Figure 1. — Kaplan-Meier analysis of progression-free survival (PFS) and overall survival (OS) in newly diagnosed glioblastoma, *IDH* wild-type. (A) PFS in all patients. (B) OS in all patients. (C) PFS in patients who received immune checkpoint inhibitor (ICI). (D) OS in patients who received ICI. (E) PFS in patients who received non-ICI treatment. (F) OS in patients who received non-ICI treatment. P-values from log rank tests are shown. Censored observations are denoted by “+” symbols. Abbreviations: IDH, isocitrate dehydrogenase; m, months.
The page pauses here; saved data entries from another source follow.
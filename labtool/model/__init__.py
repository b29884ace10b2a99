"""Behavioural startup model of a self-biased bandgap core (not transistor-level sign-off).

Design file → DC operating points and feedback map (:mod:`.dc`), one transient as a Capture
(:mod:`.transient`), Monte Carlo measured like silicon (:mod:`.montecarlo`). See docs/model.md.
"""

from labtool.model.dc import DcResult, dc_analysis
from labtool.model.design import PARAMS, Design, load_design
from labtool.model.montecarlo import MonteCarloResult, monte_carlo, sample_population
from labtool.model.transient import DISCLAIMER, simulate

__all__ = ["DISCLAIMER", "PARAMS", "DcResult", "Design", "MonteCarloResult", "dc_analysis", "load_design",
           "monte_carlo", "sample_population", "simulate"]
Multivariable analyses adjusted for age, KPS, MGMT promoter methylation, EOR, receipt of concurrent and adjuvant temozolomide, dexamethasone starting and peak doses, starting ALC, and ALC nadir. Adjusting for these covariates, there was no statistically significant sex-based difference in PFS or OS in nGBM overall (Figure S1A and B). Among nGBM patients who received ICI, multivariable analysis showed no significant sex-based difference in PFS (HR 1.35; 95% CI, 0.62–2.95; P = .446) or OS (HR 1.15; 95% CI, 0.53–2.53; P = .722) (Figure 2A and B). Methylated MGMT promoter, lower starting and peak dexamethasone dose, and higher starting ALC were independently associated with decreased risk of progression (Figure 2A). Younger age, methylated MGMT promoter, and lower peak dexamethasone dose were independently associated with decreased risk of death (Figure 2B). No significant sex differences were found in multivariable analyses for nGBM patients who received non-ICI treatments (Figure 2C and D). No statistically significant interaction was found between treatment group and sex for PFS (P = .142) or OS (P = .438) in nGBM on multivariable analysis.

Figure 2. — Forest plots of multivariable analyses for progression-free survival (PFS) and overall survival (OS) in newly diagnosed glioblastoma (nGBM), *IDH* wild-type. (A) PFS in patients who received immune checkpoint inhibitor (ICI). (B) OS in patients who received ICI. (C) PFS in patients who received non-ICI treatment. (D) OS in patients who received non-ICI treatment. P-values < 0.05 are denoted by asterisks (*). Abbreviations: ALC, absolute lymphocyte count; dex peak, dexamethasone peak dose (mg/day); dex start, dexamethasone dose (mg/day) at start of treatment; GTR, gross total resection; KPS, Karnofsky performance score; MGMTp, O6-methylguanine-DNA methyltransferase promoter; ref., reference; STR, sub-total resection; TMZ, temozolomide concurrent and adjuvant treatment.

Recurrent GBM

In rGBM among all patients, there was no statistically significant sex-based difference in PFS or OS. Median PFS was 2.4 months for males and 3.0 months for females (HR for males 1.19; 95% CI, 0.96–1.48; P = .107) (Figure 3A). Median OS was 8.7 months for males and 9.0 months for females (HR 1.13; 95% CI, 0.91–1.40; P = .271) (Figure 3B). Among rGBM patients who received ICI, males had significantly worse PFS than females (HR 1.51; 95% CI, 1.1–2.1; P = .018) and a trend towards worse OS (HR 1.32; 95% CI, 0.94–1.84; P = .105) (Figure 3C and D). Among patients receiving non-ICI treatments on trial, there was no statistically significant sex-based difference in PFS (HR 1.08; 95% CI, 0.82–1.42; P = .569) or OS (HR 1.02; 95% CI, 0.77–1.35; P = .894) (Figure 3E andF). There was no statistically significant interaction between sex and treatment group for PFS (P = .427) or for OS (P = .993), consistent with no sex difference in survival outcomes with ICI treatment compared to non-ICI treatment.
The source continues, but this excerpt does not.